Они все продумали. Я даже подозревал, что Шерман и его помощники подверглись лоботомии. Они были такими славными! Они всегда были такими приятными! Но в Нью-Йорке никто таким не бывает, если только ему не прооперировали лобные части мозга – или если он не собирается с минуты на минуту обокрасть вас вчистую.
В те дни, когда мне приходилось штабелировать миллиарды, я ждал знака, но никакого знака не являлось. Я был укрыт от людских взоров в прозрачном искрящемся бассейне богатств. Ни один из планов не представлялся адекватным и против каждого выдвигались бесконечные меры предосторожности, предусмотренные проектировщиками хранилища. Разве что подобный план мог обнаружиться в самой искре падения.
Я ждал и ждал, и как-то раз мне пришло в голову, что эта искра может никогда не появиться и что я в конце концов могу превратиться в недо-Осковица. Через несколько десятков лет (то есть в нынешнее время) я буду потрясен, как никогда в жизни, оказавшись на пляжном променаде где-нибудь на Кони-Айленде, когда рядом со мной усядется какая-нибудь толстушка-вдовушка и заведет разговор о французском жарком. Разрумянившись и чересчур часто дыша, я поеду на подземке домой, охваченный вожделением и священным ужасом, и воспоминания об этом дне, как и порожденные им чувства, пребудут со мной всю оставшуюся жизнь…
В хранилищах золота, глубоко под землей, буду я размышлять о том июльском дне, отмеченном переменной облачностью, когда мы говорили о жарком и я заглядывал ей за вырез. Как часть легенды, буду я вспоминать то богоподобное состояние, которого достиг по пути домой, когда я весь полыхал наподобие нити накаливания в лампочке. И всякий раз, услышав слабое громыхание подземки, проходящей под хранилищем, я буду… я буду…
Вот оно!

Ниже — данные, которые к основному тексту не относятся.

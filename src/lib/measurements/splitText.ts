import { longestLine, mostRows } from './limits';

export interface TextLine {
	/** From 1. */
	number: number;
	text: string;
}

export interface TextLines {
	/** Lines that may be rows or headings; no more than could be of any use. */
	lines: TextLine[];
	/** How many such lines there are beyond those. */
	further: number;
	/** First comment lines, without their signs. */
	comments: TextLine[];
}

/** Lines that are kept: a table may have headings, and cells in quotes that run over lines. */
const mostLines = 2 * mostRows;
const mostComments = 500;
const commentSign = /^(?:#+|!+|%+|\/\/+)\s?/;
/** A line that only draws a rule. */
const rule = /^[-=_+|:\s]*[-=_]{3,}[-=_+|:\s]*$/;

/** Parts a text into its lines, comments and the rest; empty lines and rules fall away. */
export function splitText(given: string): TextLines {
	const unmarked = given.startsWith('\uFEFF') ? given.slice(1) : given;
	const text = unmarked.includes('\r') ? unmarked.replace(/\r\n?/g, '\n') : unmarked;
	const found: TextLines = { lines: [], further: 0, comments: [] };
	let number = 0;
	for (let at = 0; at < text.length;) {
		const end = text.indexOf('\n', at);
		const stop = end === -1 ? text.length : end;
		number++;
		if (found.lines.length >= mostLines) {
			// Only to say how many there are: a look at each would take longer than the rest.
			if (stop > at && !'#!%/'.includes(text[at])) found.further++;
		} else if (stop > at) {
			takeLine(found, number, text.slice(at, stop));
		}
		at = stop + 1;
	}
	return found;
}

function takeLine(found: TextLines, number: number, text: string): void {
	if (text.length > longestLine) {
		found.lines.push({ number, text });
		return;
	}
	const trimmed = text.trim();
	const sign = commentSign.exec(trimmed);
	if (sign) {
		if (found.comments.length >= mostComments) return;
		found.comments.push({ number, text: trimmed.slice(sign[0].length) });
	} else if (trimmed !== '' && !rule.test(trimmed)) {
		found.lines.push({ number, text });
	}
}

Я подпрыгнул в воздух, словно кот, ударенный электрическим током. Это открылось мне, когда я сидел у дальней стены отсека 71, отдыхая после поднятия тяжестей. Все сразу встало на свои места. Швед, который работал в Транспортном управлении, занимаясь обслуживанием движения поездов, и выглядевший таким знакомым иезуит, которого я повстречал в «Голубой мельнице», – оба Смеджебаккены. И я, сидевший глубоко под землей в окружении золота жестоких шейхов. Необходимость спасти себя от превращения в Осковица. Видение окончания жизни в одинокой комнатке, затерянной в бесконечности Бруклина. Мужество Смеджебаккена на крыше. Ненависть Смеджебаккена к кофе. И громыхание подземки под золотохранилищем.